>>>
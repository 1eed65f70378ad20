import { keptAt } from '../settlement/place.ts';
import { daysBetween, monthOf } from '../units/day.ts';
import { Exact, exact } from '../units/rate.ts';
import type { EnergyCycle, ProjectionBasis } from './basis.ts';
import { segmentsOf } from './month-heaps.ts';
import { energyFrom, type Period, type PeriodEnergy } from './periods.ts';

/** A cycle's days within one calendar month, with the cycle's own energies. */
type Recorded = {
  days: number;
  cycleDays: number;
  productionWh: number;
  exportWh: number;
  useWh: number;
  /** Whole years the cycle lies behind the last close. */
  age: number;
  /** The cycle itself: how its energy fell on periods goes with the draw. */
  cycle: EnergyCycle;
};

/** A cycle as a calendar month may draw it. */
type Candidate = Recorded & {
  /** How many of the month's recorded days the candidates before it hold together. */
  before: number;
  /** Its use against the mean of the month's candidates, in millionths. */
  use: number;
};

/** What a month to come can draw: the candidates of its calendar month, and over how many recorded days a draw runs. */
type Urn = { days: number; candidates: Candidate[] };

/** Twelve urns, January first; and what a year's ageing leaves of production, in millionths, by years. */
export type Urns = { months: Urn[]; kept: number[] };

const MILLION = 1_000_000;
const DAYS_PER_YEAR = 365;

type Complete = { cycle: EnergyCycle } & Record<'importWh' | 'exportWh' | 'productionWh', number>;

/** The cycles a range may be drawn from: production, import and export measured whole, and not provisional. */
export function completeCycles(basis: ProjectionBasis): Complete[] {
  return basis.cycles.flatMap((cycle) => {
    const { importWh, exportWh, productionWh, provisional } = cycle;
    return provisional || importWh === null || exportWh === null || productionWh === null
      ? []
      : [{ cycle, importWh, exportWh, productionWh }];
  });
}

/**
 * The urns of a record. A calendar month draws one of its recorded days, and the whole month is as that day's cycle was: so a cycle's weight is the days it has
 * in the month, and production comes out in the mean as the base projection has it. Its use is kept as a share of the month's mean.
 */
export function urnsOf(basis: ProjectionBasis): Urns {
  const months: Recorded[][] = Array.from({ length: 12 }, () => []);
  let oldest = 0;
  for (const { cycle, importWh, exportWh, productionWh } of completeCycles(basis)) {
    const age = Math.max(0, Math.floor(daysBetween(cycle.to, basis.close.on) / DAYS_PER_YEAR));
    oldest = Math.max(oldest, age);
    const whole = {
      cycleDays: daysBetween(cycle.from, cycle.to),
      productionWh: Math.max(0, productionWh),
      exportWh: Math.max(0, exportWh),
      useWh: Math.max(0, importWh + productionWh - exportWh),
      age,
      cycle,
    };
    for (const { month, days } of segmentsOf(cycle.from, cycle.to)) keptAt(months, month).push({ days, ...whole });
  }
  return { months: months.map(urnOf), kept: keptOf(basis, oldest) };
}

/** Each candidate's use per day stands against the days' mean, so that a draw keeps the level of the last twelve months. */
function urnOf(recorded: readonly Recorded[]): Urn {
  const days = recorded.reduce((sum, one) => sum + one.days, 0);
  const total = recorded.reduce((sum, one) => sum.plus(usePerDay(one).times(one.days)), new Exact(0));
  let before = 0;
  const candidates = recorded.map((one): Candidate => {
    const share = total.isZero() ? new Exact(1) : usePerDay(one).times(days).div(total);
    const candidate = { ...one, before, use: share.times(MILLION).toDecimalPlaces(0).toNumber() };
    before += one.days;
    return candidate;
  });
  return { days, candidates };
}

function usePerDay({ useWh, cycleDays }: Recorded): Exact {
  return new Exact(useWh).div(cycleDays);
}

function keptOf(basis: ProjectionBasis, oldestCycle: number): number[] {
  const { degradation, horizonMonths } = basis.facts.assumptions;
  const kept = new Exact(1).minus(exact(degradation));
  const oldest = oldestCycle + Math.ceil(horizonMonths / 12);
  const made: number[] = [];
  let factor = new Exact(MILLION);
  for (let years = 0; years <= oldest; years += 1) {
    made.push(factor.toDecimalPlaces(0).toNumber());
    factor = factor.times(kept);
  }
  return made;
}

/** How many candidates a period has; none where the record holds no such month, and the base stands. */
export function candidatesOf(urns: Urns, period: Period): Urn {
  return keptAt(urns.months, monthOf(period.from) - 1);
}

/** Which candidate a recorded day belongs to. */
export function candidateAt(urn: Urn, day: number): number {
  let at = 0;
  while ((urn.candidates[at + 1]?.before ?? Number.POSITIVE_INFINITY) <= day) at += 1;
  return at;
}

/** A period's energy as a candidate has it, brought to the period's age and length; `base` is the projection's own for the period. */
export function drawnEnergy(urns: Urns, period: Period, candidate: Candidate, base: PeriodEnergy): PeriodEnergy {
  const days = daysBetween(period.from, period.to);
  const kept = keptAt(urns.kept, candidate.age + Math.floor(period.index / 12) + 1);
  const { productionWh: made, exportWh: sent } = candidate;
  const productionWh = Math.round((made * days * kept) / (candidate.cycleDays * MILLION));
  const useWh = Math.round((base.useWh * candidate.use) / MILLION);
  const sentWh = made === 0 ? 0 : Math.min(productionWh, Math.round((productionWh * sent) / made));
  return energyFrom(productionWh, useWh, sentWh);
}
<<<
Reproduce every line of the entries above, unchanged, from the very first one down to and including the line containing "type Period, type".

**Response to the exercise:**
repository 1eed65f70378ad20
import { keptAt } from '../settlement/place.ts';
import { daysBetween, monthOf } from '../units/day.ts';
import { Exact, exact } from '../units/rate.ts';
import type { EnergyCycle, ProjectionBasis } from './basis.ts';
import { segmentsOf } from './month-heaps.ts';
import { energyFrom, type Period, type PeriodEnergy } from './periods.ts';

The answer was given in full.